Chemical and non-chemical stressors have been found to be independently associated with adverse birth outcomes such as low birthweight (LBW), low gestational age at birth and low Apgar score [1,2,3,4,5]. High levels of mercury (Hg) in maternal blood and erythrocytes are significantly associated with decreased birthweight [2,3]. In addition, high levels of selenium (Se) in pregnant women have been linked with congenital heart defects (CHDs) [6]. However, evidence also suggests that Se, which is an essential nutrient, has a mitigating effect and can counteract the toxicity of Hg [7,8,9]. Maternal prenatal blood lead (Pb) levels ≥10 ug/dL have proven to pose a high risk for preterm birth (PTB) or small-for-gestational-age (SGA) babies [10]. Non-chemical stressors including stress, depression and low social support may also negatively influence birth outcomes, such as gestational age at labor, birthweight and neurodevelopmental outcomes [5,11,12,13,14].

While there is evidence of an association between either some non-chemical stressors or chemicals and birth outcomes, only a few studies have been conducted that study the cumulative and combined exposure of non-chemical stressors and chemicals on birth outcomes [11,12]. In addition, the impact of some chemicals and elements such as tin (Sn) as well as mixtures on birth outcomes have not yet been well investigated [15]. To our knowledge, environmental health studies in the Caribbean, including Suriname, have not considered the complex mixture of chemicals and non-chemical stressors on birth outcomes.
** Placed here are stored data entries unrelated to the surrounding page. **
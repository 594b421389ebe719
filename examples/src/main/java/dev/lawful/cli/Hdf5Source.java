package dev.lawful.cli;

import io.jhdf.HdfFile;
import io.jhdf.api.Attribute;
import io.jhdf.api.Dataset;
import io.jhdf.api.Node;
import io.jhdf.exceptions.HdfException;
import java.io.IOException;
import java.lang.reflect.Array;
import java.nio.ByteBuffer;
import java.nio.ByteOrder;
import java.nio.file.Files;
import java.nio.file.Path;
import java.util.ArrayList;
import java.util.Arrays;
import java.util.HashSet;
import java.util.List;
import java.util.Set;

/**
 * Reads the variables of an HDF5 file, or of a NetCDF-4 file (which is an HDF5 file), with jhdf, a pure-Java HDF5
 * reader (contiguous, chunked and compressed datasets alike), in chunks of rows. The numeric datasets of the root
 * group are the columns, all with the same first dimension (the rows):
 * <ul>
 *   <li>a one-dimensional dataset {@code T} (or of shape (n, 1)) is column {@code T};</li>
 *   <li>a two-dimensional dataset {@code feed} of shape (n, k) is columns {@code feed[0]} to {@code feed[k-1]},
 *       unless it has an attribute {@code columns} (a list of strings, or one comma-separated string) naming its k
 *       columns;</li>
 *   <li>datasets of another first dimension (a NetCDF coordinate variable of another dimension, say) and non-numeric
 *       ones are left out.</li>
 * </ul>
 * Each chunk reads a slice of rows of every dataset, so memory stays bounded: a contiguous float dataset straight
 * from the file (one read per chunk), any other through jhdf ({@code Dataset.getData(offset, shape)}).
 * Rows are named {@code row N}, counted from 1.
 */
final class Hdf5Source extends BinarySource {
    private final String name;
    private final HdfFile file;
    /** The file itself, for reading contiguous float datasets directly; null when that is not safe. */
    private final java.nio.channels.FileChannel raw;
    private final List<Dataset> datasets;
    private final List<Integer> firstColumn;
    private final List<String> columns;
    private final long rows;
    private final int rowsPerChunk;
    private long next;

    private Hdf5Source(String name, HdfFile file, long size, List<Dataset> datasets, List<Integer> firstColumn,
                       List<String> columns, long rows) {
        super(name, columns, size, "its dataset names");
        this.name = name;
        this.file = file;
        this.raw = rawChannel(file);
        this.datasets = datasets;
        this.firstColumn = firstColumn;
        this.columns = columns;
        this.rows = rows;
        this.rowsPerChunk = BinaryChunk.rowsPerChunk(8L * columns.size());
    }

    /**
     * Opens an HDF5 file and lists its columns.
     *
     * @param name the file's name for messages
     * @param path the file
     * @return the source
     * @throws IOException   when the file cannot be read
     * @throws DataException when it is not HDF5, has no numeric dataset, or names a column twice
     */
    static Hdf5Source open(String name, Path path) throws IOException {
        HdfFile hdf;
        try {
            hdf = new HdfFile(path);
        } catch (HdfException e) {
            throw DataException.at(name, null, null, "not an HDF5 or NetCDF-4 file: " + e.getMessage());
        }
        try {
            List<Dataset> datasets = new ArrayList<>();
            List<Integer> first = new ArrayList<>();
            List<String> columns = new ArrayList<>();
            long rows = -1;
            for (Node node : hdf.getChildren().values()) {
                if (!(node instanceof Dataset d) || d.isScalar() || d.isCompound() || d.getDimensions().length > 2
                        || !numeric(d.getJavaType())) {
                    continue;
                }
                int[] dims = d.getDimensions();
                if (rows < 0) {
                    rows = dims[0];
                } else if (dims[0] != rows) {
                    continue;
                }
                datasets.add(d);
                first.add(columns.size());
                columns.addAll(names(name, d));
            }
            if (datasets.isEmpty()) {
                throw DataException.at(name, null, null, "no numeric dataset of one or two dimensions in the root"
                        + " group");
            }
            Set<String> seen = new HashSet<>();
            for (String c : columns) {
                if (!seen.add(c)) {
                    throw DataException.at(name, null, c, "two datasets give this column");
                }
            }
            return new Hdf5Source(name, hdf, Files.size(path), datasets, first, List.copyOf(columns), rows);
        } catch (IOException | RuntimeException e) {
            hdf.close();
            if (e instanceof HdfException h) {
                throw DataException.at(name, null, null, "cannot read it as HDF5: " + h.getMessage());
            }
            throw e;
        }
    }

    private static boolean numeric(Class<?> type) {
        return type == double.class || type == float.class || type == int.class || type == long.class
                || type == short.class || type == byte.class;
    }

    /** @return the column names a dataset gives: its name, its attribute {@code columns}, or {@code name[i]} */
    private static List<String> names(String file, Dataset d) {
        int[] dims = d.getDimensions();
        int width = dims.length < 2 ? 1 : dims[1];
        Attribute a = d.getAttribute("columns");
        if (a != null) {
            Object v = a.getData();
            List<String> named = v instanceof String s ? Arrays.asList(s.split(",")) : v instanceof String[] arr
                    ? Arrays.asList(arr) : List.of();
            named = named.stream().map(String::strip).toList();
            if (named.size() != width) {
                throw DataException.at(file, null, null, "dataset " + d.getPath() + " has " + width + " columns but"
                        + " its attribute 'columns' names " + named.size());
            }
            return named;
        }
        if (width == 1) {
            return List.of(d.getName());
        }
        List<String> out = new ArrayList<>(width);
        for (int k = 0; k < width; k++) {
            out.add(d.getName() + "[" + k + "]");
        }
        return out;
    }

    /**
     * @return a channel on the file when its addresses are file offsets (no user block, HDF5 File Format
     *         Specification 3.0, section II.A: addresses are relative to the superblock's base, which a user block
     *         moves), else null
     */
    private static java.nio.channels.FileChannel rawChannel(HdfFile file) {
        try {
            return file.getUserBlockSize() == 0 ? java.nio.channels.FileChannel.open(file.getFileAsPath(),
                    java.nio.file.StandardOpenOption.READ) : null;
        } catch (IOException | RuntimeException e) {
            return null;
        }
    }

    /**
     * @return the rows of a contiguous dataset of float32 or float64 read straight from the file, as raw values in
     *         their byte order (jhdf's own slices read a two-dimensional dataset one row at a time); null when the
     *         dataset is stored otherwise (chunked, compressed, compact, integers), which jhdf then reads
     */
    private BinaryChunk.Part direct(Dataset d, int column, int width, int n) throws IOException {
        if (raw == null || !(d instanceof io.jhdf.api.dataset.ContiguousDataset c)
                || d.getDataLayout() != io.jhdf.object.message.DataLayout.CONTIGUOUS
                || !(d.getDataType() instanceof io.jhdf.object.datatype.FloatingPoint f)
                || (f.getSize() != 4 && f.getSize() != 8)) {
            return null;
        }
        long address = c.getDataAddress();
        if (address < 0) {
            return null;
        }
        int item = f.getSize();
        ByteBuffer b = ByteBuffer.wrap(buffer(n * width * item), 0, n * width * item);
        long at = address + next * width * item;
        while (b.hasRemaining()) {
            if (raw.read(b, at + b.position()) < 0) {
                throw DataException.at(name, "row " + (next + 1), null, "the file ends inside dataset " + d.getPath());
            }
        }
        return new BinaryChunk.Part(b.array(), column, width, item, f.getByteOrder());
    }

    @Override
    public Chunk next() throws IOException {
        if (next >= rows) {
            return null;
        }
        int n = (int) Math.min(rowsPerChunk, rows - next);
        List<BinaryChunk.Part> parts = new ArrayList<>();
        for (int i = 0; i < datasets.size(); i++) {
            Dataset d = datasets.get(i);
            int[] dims = d.getDimensions();
            int width = dims.length < 2 ? 1 : dims[1];
            BinaryChunk.Part part = direct(d, firstColumn.get(i), width, n);
            if (part != null) {
                parts.add(part);
                continue;
            }
            Object slice;
            try {
                slice = dims.length < 2 ? d.getData(new long[] {next}, new int[] {n})
                        : d.getData(new long[] {next, 0}, new int[] {n, width});
            } catch (HdfException e) {
                throw DataException.at(name, "row " + (next + 1), columns.get(firstColumn.get(i)), "cannot read the"
                        + " dataset " + d.getPath() + ": " + e.getMessage());
            }
            ByteBuffer b = ByteBuffer.wrap(buffer(n * width * 8), 0, n * width * 8).order(ByteOrder.LITTLE_ENDIAN);
            flatten(slice, b);
            parts.add(new BinaryChunk.Part(b.array(), firstColumn.get(i), width, 8, ByteOrder.LITTLE_ENDIAN));
        }
        BinaryChunk chunk = new BinaryChunk(this, next, n, parts);
        next += n;
        return chunk;
    }

    /** Puts a (possibly nested) primitive array's values into {@code b} as doubles, in row-major order. */
    private static void flatten(Object array, ByteBuffer b) {
        if (array instanceof double[] d) {
            for (double v : d) {
                b.putDouble(v);
            }
            return;
        }
        if (array instanceof float[] f) {
            for (float v : f) {
                b.putDouble(v);
            }
            return;
        }
        if (array instanceof Object[] rows) {
            for (Object row : rows) {
                flatten(row, b);
            }
            return;
        }
        int n = Array.getLength(array);
        for (int i = 0; i < n; i++) {
            Object v = Array.get(array, i);
            if (v instanceof Number number) {
                b.putDouble(number.doubleValue());
            } else {
                flatten(v, b);
            }
        }
    }

    @Override
    public void close() throws IOException {
        file.close();
        if (raw != null) {
            raw.close();
        }
    }
}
Suriname, a middle-income country in South America, has a multi-ethnic population, consisting of people of Asian (41.1%; Hindustani and Javanese), African (38.1%; Tribal People and Creoles), Indigenous (3.8%), “Other” descent (16.4%; Mixed, Chinese, and Caucasians), and unknown (0.6%) [16]. The hospital-based late stillbirth rate (stillbirth later than 28 weeks of gestation, or birthweight ≥1000 g) is estimated at 16 per 1000 births (2016–2017). In 2019, Suriname had an overall neonatal mortality rate (NMR) of 11.2 per 1000 live births, higher than the NMR in Latin America and the Caribbean from 2008–2014 of 9 deaths per 1000 live births [17,18,19]. The prevalence in Suriname of PTB (<37 weeks of gestation) and LBW (<2500 g) is respectively 15% and 13% [18,20], higher than the LBW and PTB of the entire Latin America and the Caribbean region (respectively 13% and 9%) [21]. The rates of PTB and LBW in Suriname are in line with those in Jamaica and Guyana, but are higher than Cuba, Mexico and Venezuela [22]. Findings of the Caribbean Consortium for Research in Environmental and Occupational Health (CCREOH)–MeKiTamara study showed high maternal levels of hair Hg (≥1.1 µg/g) in 37.5% of participants, high perceived stress (score ≥ 20) in 27.2% and probable depression (score ≥ 12) in 22.4% [20].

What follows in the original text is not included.